Hello!
I have a list of already extracted terms and I don't want to analyze them again (so I mark field "not_analyzed").
Next I'm trying to store them as array of strings. Here is an example:
// create index
curl -XPUT 'http://localhost:9200/test/' -d '{
"settings" : {
"number_of_shards" : 1,
"number_of_replicas" : 0
},
"mappings": {
"doc": {
"properties": {
"terms": {
"type": "string",
"index" : "not_analyzed",
"term_vector" : "yes"
}
}
}
}
}'
// some data
curl -XPUT 'http://localhost:9200/test/doc/1' -d '{
"terms" : ["quick", "brown", "fox"]
}'
curl -XPUT 'http://localhost:9200/test/doc/2' -d '{
"terms" : ["the", "red", "fox", "fox"]
}'
1) Term_vectors
All terms have correct term_freq and doc_freq values, but ttf == -1.

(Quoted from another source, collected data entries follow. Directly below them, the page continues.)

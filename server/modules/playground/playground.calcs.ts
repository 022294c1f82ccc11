/**
 * The calculations the console's playground runs: for each, the v1 endpoint it stands for, the shared
 * input and result schemas, the pure calculator, and the request body of its playground route
 * (`{ keyId, input }`, where `input` is exactly the v1 request body). One table drives the routes, the
 * OpenAPI registrations and the role × route matrix test.
 */
import { z } from 'zod';
import { computeCapacityTest } from '#shared/calc/capacity-test/capacity-test.ts';
import { computeChargeTime } from '#shared/calc/charge-time/charge-time.ts';
import { computeCompatibility } from '#shared/calc/compatibility/compatibility.ts';
import { computeFuseSize } from '#shared/calc/fuse-size/fuse-size.ts';
import { computePackCompare } from '#shared/calc/pack-compare/pack-compare.ts';
import { computePackEnergy } from '#shared/calc/pack-energy/pack-energy.ts';
import { computeParallelConnect } from '#shared/calc/parallel-connect/parallel-connect.ts';
import { computeParallelShare } from '#shared/calc/parallel-share/parallel-share.ts';
import { computeRuntime } from '#shared/calc/runtime/runtime.ts';
import type { CalcOutput } from '#shared/calc/types.ts';
import { computeWireSize } from '#shared/calc/wire-size/wire-size.ts';
import { CapacityTestInputSchema, CapacityTestResultSchema, capacityTestInputExample } from '#shared/schemas/capacity-test.ts';
import { ChargeTimeInputSchema, ChargeTimeResultSchema, chargeTimeInputExample } from '#shared/schemas/charge-time.ts';
import { ChemistrySchema, LabelSchema } from '#shared/schemas/common.ts';
import { CompatibilityInputSchema, CompatibilityResultSchema } from '#shared/schemas/compatibility.ts';
import { FuseSizeInputSchema, FuseSizeResultSchema } from '#shared/schemas/fuse-size.ts';
import { PackCompareInputSchema, PackCompareResultSchema, packCompareInputExample } from '#shared/schemas/pack-compare.ts';
import { PackEnergyInputSchema, PackEnergyResultSchema, packEnergyInputExample } from '#shared/schemas/pack-energy.ts';
import { ParallelConnectInputSchema, ParallelConnectResultSchema } from '#shared/schemas/parallel-connect.ts';
import { ParallelShareInputSchema, ParallelShareResultSchema } from '#shared/schemas/parallel-share.ts';
import { RuntimeInputSchema, RuntimeResultSchema, runtimeInputExample } from '#shared/schemas/runtime.ts';
import { WireSizeInputSchema, WireSizeResultSchema } from '#shared/schemas/wire-size.ts';

/** Who may run playground calls: they spend the organization's quota, so not viewers. */
export const PLAYGROUND_ROLES = ['owner', 'admin', 'developer'] as const;

export const PlaygroundKeyIdSchema = z.uuid('Choose one of your organization’s server keys').meta({
  description: 'The server key of your organization the call is made under: it is checked, metered and counted against that key like any call.',
  example: '0b5f3a52-8c1e-4f7e-9a57-3c1d2e4f5a6b',
});

/**
 * A capacity-test log as the console uploads it: the CSV text and what `text/csv` calls pass in the query
 * string. Limited by the console API's JSON body limit (200 kB by default); larger logs go to
 * `POST /v1/capacity-tests/evaluate` as `text/csv` directly (up to 5 MB).
 */
export const PlaygroundCapacityCsvSchema = z
  .strictObject({
    text: z.string().min(1, 'Choose a CSV log').meta({ description: 'The CSV log: a header row (tS,currentA[,voltageV]) and one sample per row.', example: 'tS,currentA,voltageV\n0,20,53.2\n1800,20,52.9\n3600,20,52.8\n' }),
    ratedAh: z.number().positive().max(100_000).meta({ description: 'Rated capacity, Ah.', example: 100 }),
    chemistry: ChemistrySchema.optional(),
    label: LabelSchema.optional(),
  })
  .meta({ id: 'PlaygroundCapacityCsv', description: 'A capacity-test CSV log and the parameters a text/csv call passes as query parameters.' });

export interface PlaygroundCalculation {
  /** The v1 endpoint the calculation stands for, e.g. "/v1/packs/energy". */
  endpoint: string;
  /** The playground route below /console-api, e.g. "/playground/packs/energy". */
  path: string;
  summary: string;
  /** The route's JSON body: `{ keyId, input }` (capacity tests: `input` or `csv`). */
  body: z.ZodType;
  result: z.ZodType;
  /** Runs the calculator on an input already parsed with its schema. */
  compute: (input: unknown) => CalcOutput<unknown>;
  /** A worked request body for documentation and tests (without the key). */
  exampleInput: unknown;
}

function calculation<S extends z.ZodType>(options: {
  endpoint: string;
  summary: string;
  input: S;
  result: z.ZodType;
  compute: (input: z.output<S>) => CalcOutput<unknown>;
  exampleInput: unknown;
  body?: z.ZodType;
}): PlaygroundCalculation {
  const name = options.endpoint
    .slice('/v1/'.length)
    .split(/[/-]/)
    .map((w) => w[0]!.toUpperCase() + w.slice(1))
    .join('');
  return {
    endpoint: options.endpoint,
    path: `/playground${options.endpoint.slice('/v1'.length)}`,
    summary: options.summary,
    body:
      options.body ??
      z
        .strictObject({ keyId: PlaygroundKeyIdSchema, input: options.input })
        .meta({ id: `Playground${name}Request`, description: `A playground call: the key to run it under and the ${options.endpoint} request body.` }),
    result: options.result,
    compute: (input) => options.compute(input as z.output<S>),
    exampleInput: options.exampleInput,
  };
}

/** Every calculation endpoint of the v1 API, in the console's order. */
export const playgroundCalculations: PlaygroundCalculation[] = [
  calculation({ endpoint: '/v1/packs/energy', summary: 'Pack energy and value', input: PackEnergyInputSchema, result: PackEnergyResultSchema, compute: computePackEnergy, exampleInput: packEnergyInputExample }),
  calculation({ endpoint: '/v1/packs/compare', summary: 'Compare priced packs', input: PackCompareInputSchema, result: PackCompareResultSchema, compute: computePackCompare, exampleInput: packCompareInputExample }),
  calculation({ endpoint: '/v1/runtime', summary: 'Runtime on a set of loads', input: RuntimeInputSchema, result: RuntimeResultSchema, compute: computeRuntime, exampleInput: runtimeInputExample }),
  calculation({ endpoint: '/v1/charge/time', summary: 'Charge time and profile', input: ChargeTimeInputSchema, result: ChargeTimeResultSchema, compute: computeChargeTime, exampleInput: chargeTimeInputExample }),
  calculation({
    endpoint: '/v1/capacity-tests/evaluate',
    summary: 'Evaluate a capacity test',
    input: CapacityTestInputSchema,
    result: CapacityTestResultSchema,
    compute: computeCapacityTest,
    exampleInput: capacityTestInputExample,
    body: z
      .strictObject({
        keyId: PlaygroundKeyIdSchema,
        input: CapacityTestInputSchema.optional().meta({ description: 'The test as JSON (figures or samples), exactly as POST /v1/capacity-tests/evaluate takes it.' }),
        csv: PlaygroundCapacityCsvSchema.optional(),
      })
      .superRefine((v, ctx) => {
        if ((v.input === undefined) === (v.csv === undefined)) {
          ctx.addIssue({ code: 'custom', path: [v.input === undefined ? 'input' : 'csv'], message: 'Give the test as exactly one of input (JSON) or csv (a log)' });
        }
      })
      .meta({ id: 'PlaygroundCapacityTestsEvaluateRequest', description: 'A playground capacity test: the key to run it under, and the test as JSON or as a CSV log.' }),
  }),
  calculation({ endpoint: '/v1/wires/size', summary: 'Size a DC conductor', input: WireSizeInputSchema, result: WireSizeResultSchema, compute: computeWireSize, exampleInput: WireSizeInputSchema.meta()?.example }),
  calculation({ endpoint: '/v1/fuses/size', summary: 'Size a fuse', input: FuseSizeInputSchema, result: FuseSizeResultSchema, compute: computeFuseSize, exampleInput: FuseSizeInputSchema.meta()?.example }),
  calculation({ endpoint: '/v1/parallel/share', summary: 'Load sharing between parallel packs', input: ParallelShareInputSchema, result: ParallelShareResultSchema, compute: computeParallelShare, exampleInput: ParallelShareInputSchema.meta()?.example }),
  calculation({ endpoint: '/v1/parallel/connect', summary: 'Connecting two packs', input: ParallelConnectInputSchema, result: ParallelConnectResultSchema, compute: computeParallelConnect, exampleInput: ParallelConnectInputSchema.meta()?.example }),
  calculation({ endpoint: '/v1/compatibility/check', summary: 'External pack compatibility', input: CompatibilityInputSchema, result: CompatibilityResultSchema, compute: computeCompatibility, exampleInput: CompatibilityInputSchema.meta()?.example }),
];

curl -XGET 'http://localhost:9200/test/doc/1/_termvectors?pretty=true' -d'{
"term_statistics" : true,
"field_statistics" : true
}'
2) Finding similar documents for document with _id = 1.
Explain query show that term "fox" has tf == 1.0, but I expected 2.0.
curl -XPOST 'http://localhost:9200/test/doc/_search?explain' -d '{
"query": {
"more_like_this": {
"fields": ["terms"],
"like": [{"_id" : "1"}],
"min_term_freq": 1,
"min_doc_freq": 1
}
}
}'
I know what I can concatenate terms into string and store it, use elastic's analyzer (ex
Whitespace Analyzer) to build terms.
But I wonder whether it is possible to store terms in array of string and have correct "tf" in explain query and "ttf" value for each terms in vector?
*If I mark field "terms" as "analyzed" all working fine => ttf and tf calculated correctly.